TASK REQUIREMENTS: Copy nothing but the lines below running from the line containing "out.append(Line(((x - 0.9, y" through the line containing "from tensionlib.errors import InputError", both end lines included.

○ ○ ○ ○

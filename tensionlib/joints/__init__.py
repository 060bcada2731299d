"""End connections: what they are, their sketches."""
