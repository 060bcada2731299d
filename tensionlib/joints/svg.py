"""A scene as SVG: real text, inline attributes only, the same bytes for the same scene."""

from __future__ import annotations

from html import escape

from tensionlib.joints.scene import Chain, Circle, Curve, Line, Scene, Style, Text

FONT = "DejaVu Sans, Liberation Sans, Arial, sans-serif"
_INK, _SOFT, _ACCENT = "#1c2226", "#59636b", "#7b2d26"

# Stroke, width in mm, dashes, fill.
_STYLES: dict[Style, tuple[str, float, str, str]] = {
    "member": (_INK, 0.5, "", "#dde2e5"),
    "gusset": (_SOFT, 0.4, "", "#f2eee3"),
    "hidden": (_SOFT, 0.3, "1.8 1.1", "none"),
    "centre": (_SOFT, 0.22, "4 1 0.8 1", "none"),
    "bolt": (_INK, 0.35, "", "#ffffff"),
    "weld": (_INK, 0.9, "", "none"),
    "net": (_ACCENT, 0.8, "3.4 1.2 0.9 1.2", "none"),
    "shear": (_INK, 1.0, "", "none"),
    "tension": (_INK, 1.0, "2.6 1.2", "none"),
    "hatch": (_SOFT, 0.22, "", "none"),
    "force": (_ACCENT, 0.8, "", _ACCENT),
    "dimension": (_SOFT, 0.2, "", "none"),
    "break": (_SOFT, 0.3, "", "none"),
}


def to_svg(scene: Scene, width_mm: float = 160.0) -> str:
    """The scene as one SVG element, `width_mm` wide."""
    body = "".join(_item(item) for item in scene.items)
    height = width_mm * scene.height / scene.width
    return (
        f'<svg xmlns="http://www.w3.org/2000/svg" width="{_n(width_mm)}mm" height="{_n(height)}mm"'
        f' viewBox="0 0 {_n(scene.width)} {_n(scene.height)}" font-family="{FONT}">{body}</svg>'
    )


def _n(number: float) -> str:
    text = f"{number:.2f}".rstrip("0").rstrip(".")
    return "0" if text in ("-0", "") else text


def _style(style: Style, *, filled: bool = False) -> str:
    stroke, width, dashes, fill = _STYLES[style]
    dash = f' stroke-dasharray="{dashes}"' if dashes else ""
    inside = fill if filled else "none"
    return f'fill="{inside}" stroke="{stroke}" stroke-width="{_n(width)}"{dash}'


def _item(item: Line | Curve | Circle | Text | Chain) -> str:
    match item:
        case Line(points, style, closed):
            tag = "polygon" if closed else "polyline"
            shown = " ".join(f"{_n(x)},{_n(y)}" for x, y in points)
            return f'<{tag} points="{shown}" {_style(style, filled=closed)}/>'
        case Curve(steps, style):
            return f'<path d="{_path(steps)}" {_style(style, filled=True)}/>'
        case Circle(x, y, r, style):
            shown = _style(style, filled=True)
            return f'<circle cx="{_n(x)}" cy="{_n(y)}" r="{_n(r)}" {shown}/>'
        case Text():
            return _text(item)
        case Chain():
            return _chain(item)


def _path(steps: tuple[tuple[float, ...], ...]) -> str:
    out = [f"M{_n(steps[0][0])} {_n(steps[0][1])}"]
    for step in steps[1:]:
        if len(step) == 2:
            out.append(f"L{_n(step[0])} {_n(step[1])}")
        else:
            x, y, r, left = step
            out.append(f"A{_n(r)} {_n(r)} 0 0 {0 if left else 1} {_n(x)} {_n(y)}")
    return "".join(out) + "Z"


def _text(text: Text) -> str:
    bold = ' font-weight="bold"' if text.bold else ""
    anchor = "" if text.anchor == "start" else f' text-anchor="{text.anchor}"'
    return (
        f'<text x="{_n(text.x)}" y="{_n(text.y)}" font-size="{_n(text.height)}"'
        f' fill="{_INK}"{anchor}{bold}>{escape(text.text)}</text>'
    )


def _chain(chain: Chain) -> str:
    """Extension lines, the line itself, a slanted tick at each stop, leaders and labels."""

    def place(along: float, across: float) -> tuple[float, float]:
        return (along, across) if chain.axis == "x" else (across, along)

    out = []
    beyond = 1.2 if chain.at > chain.reach else -1.2
    for stop in chain.stops:
        start = chain.reach + (0.8 if beyond > 0 else -0.8)
        out.append(Line((place(stop, start), place(stop, chain.at + beyond)), "dimension"))
        x, y = place(stop, chain.at)
        out.append(Line(((x - 0.9, y + 0.9), (x + 0.9, y - 0.9)), "bolt"))
    ends = place(chain.stops[0], chain.at), place(chain.stops[-1], chain.at)
    out.append(Line(ends, "dimension"))
    out += [Line(leader, "dimension") for leader in chain.leaders]
    return "".join(map(_item, out)) + "".join(map(_text, chain.texts))
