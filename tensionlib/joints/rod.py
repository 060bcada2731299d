"""A threaded rod in a bought fork or clevis on a lug of the gusset, with a turnbuckle or sleeve."""

from __future__ import annotations

from dataclasses import dataclass
from typing import ClassVar

from tensionlib.errors import InputError
from tensionlib.joints.ends import Gusset
from tensionlib.joints.stated import Length, Stated, choice, in_mm
from tensionlib.quantities import FORCE, Quantity, door
from tensionlib.steel.bolts import SIZES

COUPLINGS = ("none", "turnbuckle", "sleeve")


@dataclass(frozen=True)
class Threaded(Stated):
    """The threaded end of a round bar.

    Parameters
    ----------
    thread : str
        Size of the thread, "M24".
    fork_capacity : force
        Design capacity of the bought fork with its pin, and of the turnbuckle where there is one:
        the least of what their makers certify.
    certified_by : str
        Who says so, printed with it.
    pin, hole : length
        Diameter of the fork's pin and of its hole in the gusset.
    plate : Gusset
        The lug: its thickness, steel and width across the force at the pin, which is due.
    plate_edge_beyond : length
        Centre of the hole to the edge of the lug, along the member.
    coupling : str
        In the length of the rod: "none", "turnbuckle" or "sleeve".
    sleeve_diameter : length
        Outside diameter of a sleeve; due for one.
    sleeve_steel : str
        Its grade; due for one.
    engagement : length
        Length of thread in the sleeve at each side; due for one.
    bracing : bool
        Whether the rod braces: its connection is then designed for the rod's own capacity where
        it is tightened by a turnbuckle.
    """

    thread: str
    fork_capacity: Quantity | str
    certified_by: str
    pin: Length
    hole: Length
    plate: Gusset
    plate_edge_beyond: Length
    coupling: str = "none"
    sleeve_diameter: Length | None = None
    sleeve_steel: str = ""
    engagement: Length | None = None
    bracing: bool = True
    to: str = "rod"
    k_te: float | None = None
    k_te_reason: str = ""
    kind: ClassVar[str] = "rod"

    def __post_init__(self) -> None:
        choice("thread", self.thread, tuple(SIZES))
        choice("coupling", self.coupling, COUPLINGS)
        choice("to", self.to, ("rod",))
        rated = door("fork_capacity", self.fork_capacity, FORCE, above=0.0, example="120 kN")
        object.__setattr__(self, "fork_capacity", rated)
        if not isinstance(self.certified_by, str) or not self.certified_by.strip():
            raise InputError("certified_by: missing; say who certifies the fork's capacity")
        for name, example in (("pin", "24 mm"), ("hole", "26 mm"), ("plate_edge_beyond", "50 mm")):
            self._length(name, example=example, due=True)
        if not isinstance(self.plate, Gusset):
            raise InputError(
                f"plate: got {self.plate!r}; a Gusset is due, for example"
                " Gusset('16 mm', 'AS/NZS 3678 250', '100 mm')"
            )
        if self.plate.width is None:
            raise InputError("plate.width: missing; the lug needs it, for example '100 mm'")
        if in_mm(self.hole) < in_mm(self.pin):
            raise InputError(
                f"hole: got {in_mm(self.hole):g} mm; no less than the pin's"
                f" {in_mm(self.pin):g} mm is due"
            )
        sleeve = self.coupling == "sleeve"
        self._length("sleeve_diameter", example="50 mm", due=sleeve)
        self._length("engagement", example="30 mm", due=sleeve)
        if not isinstance(self.sleeve_steel, str) or sleeve != bool(self.sleeve_steel):
            raise InputError(
                "sleeve_steel: name the grade of a sleeve, for example 'AS/NZS 3679.1 300'"
                if sleeve
                else "sleeve_steel: given without a sleeve; it needs coupling='sleeve'"
            )
        if sleeve and in_mm(self.sleeve_diameter) <= SIZES[self.thread].d_f:
            raise InputError("sleeve_diameter: it is to be greater than the thread's")
        if not isinstance(self.bracing, bool):
            raise InputError(f"bracing: got {self.bracing!r}; True or False is due")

○ ○ ○ ○

YOUR RESPONSE:
        out.append(Line(((x - 0.9, y + 0.9), (x + 0.9, y - 0.9)), "bolt"))
    ends = place(chain.stops[0], chain.at), place(chain.stops[-1], chain.at)
    out.append(Line(ends, "dimension"))
    out += [Line(leader, "dimension") for leader in chain.leaders]
    return "".join(map(_item, out)) + "".join(map(_text, chain.texts))
filename tensionlib/joints/rod.py
repository 060bcada2731299d
"""A threaded rod in a bought fork or clevis on a lug of the gusset, with a turnbuckle or sleeve."""

from __future__ import annotations

from dataclasses import dataclass
from typing import ClassVar

from tensionlib.errors import InputError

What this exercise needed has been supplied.